┌──
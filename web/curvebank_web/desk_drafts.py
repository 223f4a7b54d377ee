"""Drafts: a tree of steps, each the whole recipe document, and a head that undo and redo move.

A step is never changed or removed while its draft lives. ``tip`` is the step that redo leads to: the last one written or
jumped to, so that redo after undo goes back the way it came even where the tree has branches.
"""

import json
import secrets
import sqlite3
from typing import Any

from .desk_file import now, transaction
from .documents import sheet_of, title_of
from .problems import Problem


class Conflict(Problem):
    """The base of a write is not the head: someone else, or another window, was faster."""

    def __init__(self, step: int, doc: dict[str, Any]) -> None:
        detail = "Another window has gone on with this draft. Your step is kept in this browser. Look at both, then keep one."
        super().__init__(409, "conflict", "The draft has moved on", detail, step=step, doc=doc)


def _missing(draft_id: str) -> Problem:
    return Problem(404, "no-such-draft", "There is no such draft", f"No draft {draft_id} is on this desk. The start page lists them.")


def create(
    db: sqlite3.Connection,
    doc: dict[str, Any],
    *,
    label: str,
    sheet_sha256: str | None,
    create_id: str | None = None,
    origin: tuple[str, int] | None = None,
) -> str:
    """Start a draft from a document; the same ``create_id`` again returns the draft it made. ``origin`` is (key, revision)."""
    draft_id, at = secrets.token_hex(6), now()
    key, revision = origin or (None, None)
    with transaction(db):
        if create_id is not None:
            row = db.execute("SELECT id FROM draft WHERE create_id = ?", (create_id,)).fetchone()
            if row:
                return row["id"]
        db.execute(
            "INSERT INTO draft (id, title, sheet_sha256, head, tip, created_at, updated_at, create_id, from_key, from_revision)"
            " VALUES (?, ?, ?, 1, 1, ?, ?, ?, ?, ?)",
            (draft_id, title_of(doc), sheet_sha256, at, at, create_id, key, revision),
        )
        db.execute(
            "INSERT INTO step (draft_id, step, parent, label, action_id, doc, at) VALUES (?, 1, NULL, ?, ?, ?, ?)",
            (draft_id, label, f"create-{draft_id}", json.dumps(doc, allow_nan=False), at),
        )
    return draft_id


def listing(db: sqlite3.Connection) -> list[dict[str, Any]]:
    """All drafts, the last touched first."""
    rows = db.execute("SELECT id, title, head AS step, updated_at, sheet_sha256 FROM draft ORDER BY updated_at DESC, id")
    return [dict(row) for row in rows]


def row_of(db: sqlite3.Connection, draft_id: str) -> sqlite3.Row:
    """The draft's row, or a 404 problem."""
    row = db.execute("SELECT * FROM draft WHERE id = ?", (draft_id,)).fetchone()
    if row is None:
        raise _missing(draft_id)
    return row


def doc_at(db: sqlite3.Connection, draft_id: str, step: int) -> dict[str, Any]:
    """The document as it stood at a step, or a 404 problem."""
    row = db.execute("SELECT doc FROM step WHERE draft_id = ? AND step = ?", (draft_id, step)).fetchone()
    if row is None:
        row_of(db, draft_id)
        raise Problem(404, "no-such-step", "There is no such step", f"The draft {draft_id} has no step {step}.")
    return json.loads(row["doc"])


def read(db: sqlite3.Connection, draft_id: str) -> dict[str, Any]:
    """One draft as the API shows it, without its page: head, document, steps, and where undo and redo lead."""
    db.execute("BEGIN")  # one snapshot for the rows below
    try:
        draft = row_of(db, draft_id)
        steps = [dict(r) for r in db.execute("SELECT step, parent, label, at FROM step WHERE draft_id = ? ORDER BY step", (draft_id,))]
        doc = doc_at(db, draft_id, draft["head"])
    finally:
        db.execute("COMMIT")
    by_number = {s["step"]: s for s in steps}
    head = by_number[draft["head"]]
    undo = {"step": head["parent"], "label": head["label"]} if head["parent"] is not None else None
    ahead = _redo(by_number, draft["head"], draft["tip"])
    redo = {"step": ahead, "label": by_number[ahead]["label"]} if ahead is not None else None
    origin = {"key": draft["from_key"], "revision": draft["from_revision"]} if draft["from_key"] else None
    return {
        "id": draft_id,
        "title": draft["title"],
        "step": draft["head"],
        "doc": doc,
        "steps": steps,
        "undo": undo,
        "redo": redo,
        "updated_at": draft["updated_at"],
        "sheet_sha256": draft["sheet_sha256"],
        "from_pump": origin,
    }


def _redo(steps: dict[int, dict[str, Any]], head: int, tip: int) -> int | None:
    """The child of ``head`` on the way to ``tip``; where tip is elsewhere, the newest child; None at a leaf."""
    at: int | None = tip
    while at is not None and at > head:  # a parent's number is always below its child's
        if steps[at]["parent"] == head:
            return at
        at = steps[at]["parent"]
    return max((n for n, s in steps.items() if s["parent"] == head), default=None)


def put(db: sqlite3.Connection, draft_id: str, *, doc: dict[str, Any], base_step: int, action_id: str, label: str) -> int:
    """Append a step on top of ``base_step`` and move the head there.

    The same ``action_id`` again returns the step it made the first time. Raises ``Conflict`` where base is not the head.
    """
    with transaction(db):
        draft = row_of(db, draft_id)
        done = db.execute("SELECT step FROM step WHERE draft_id = ? AND action_id = ?", (draft_id, action_id)).fetchone()
        if done:
            return done["step"]
        if base_step != draft["head"]:
            raise Conflict(draft["head"], doc_at(db, draft_id, draft["head"]))
        step = db.execute("SELECT max(step) + 1 FROM step WHERE draft_id = ?", (draft_id,)).fetchone()[0]
        db.execute(
            "INSERT INTO step (draft_id, step, parent, label, action_id, doc, at) VALUES (?, ?, ?, ?, ?, ?, ?)",
            (draft_id, step, base_step, label, action_id, json.dumps(doc, allow_nan=False), now()),
        )
        _point(db, draft_id, step, step, doc)
    return step


def move_head(db: sqlite3.Connection, draft_id: str, step: int) -> None:
    """Undo, redo or jump: point the head at an existing step."""
    with transaction(db):
        draft = row_of(db, draft_id)
        doc = doc_at(db, draft_id, step)
        parents = dict(db.execute("SELECT step, parent FROM step WHERE draft_id = ?", (draft_id,)).fetchall())
        at: int | None = draft["tip"]
        while at is not None and at != step:
            at = parents[at]
        _point(db, draft_id, step, draft["tip"] if at == step else step, doc)


def _point(db: sqlite3.Connection, draft_id: str, head: int, tip: int, doc: dict[str, Any]) -> None:
    db.execute(
        "UPDATE draft SET head = ?, tip = ?, title = ?, sheet_sha256 = coalesce(?, sheet_sha256), updated_at = ? WHERE id = ?",
        (head, tip, title_of(doc), sheet_of(doc), now(), draft_id),
    )


def remove(db: sqlite3.Connection, draft_id: str) -> None:
    """Throw a draft away with its steps and results, and its sheet where no other draft uses it."""
    with transaction(db):
        row_of(db, draft_id)
        used = "SELECT 1 FROM step WHERE instr(step.doc, sheet.sha256)"
        mine = [r[0] for r in db.execute(f"SELECT sha256 FROM sheet WHERE EXISTS ({used} AND draft_id = ?)", (draft_id,))]
        db.execute("DELETE FROM draft WHERE id = ?", (draft_id,))
        db.executemany(f"DELETE FROM sheet WHERE sha256 = ? AND NOT EXISTS ({used})", [(sha,) for sha in mine])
└──
» **Assigned task**
In the entries, find the line containing "a draft away" and output it and all remaining lines exactly.

» **Worked solution**
    """Throw a draft away with its steps and results, and its sheet where no other draft uses it."""
    with transaction(db):
        row_of(db, draft_id)
        used = "SELECT 1 FROM step WHERE instr(step.doc, sheet.sha256)"
        mine = [r[0] for r in db.execute(f"SELECT sha256 FROM sheet WHERE EXISTS ({used} AND draft_id = ?)", (draft_id,))]
        db.execute("DELETE FROM draft WHERE id = ?", (draft_id,))
        db.executemany(f"DELETE FROM sheet WHERE sha256 = ? AND NOT EXISTS ({used})", [(sha,) for sha in mine])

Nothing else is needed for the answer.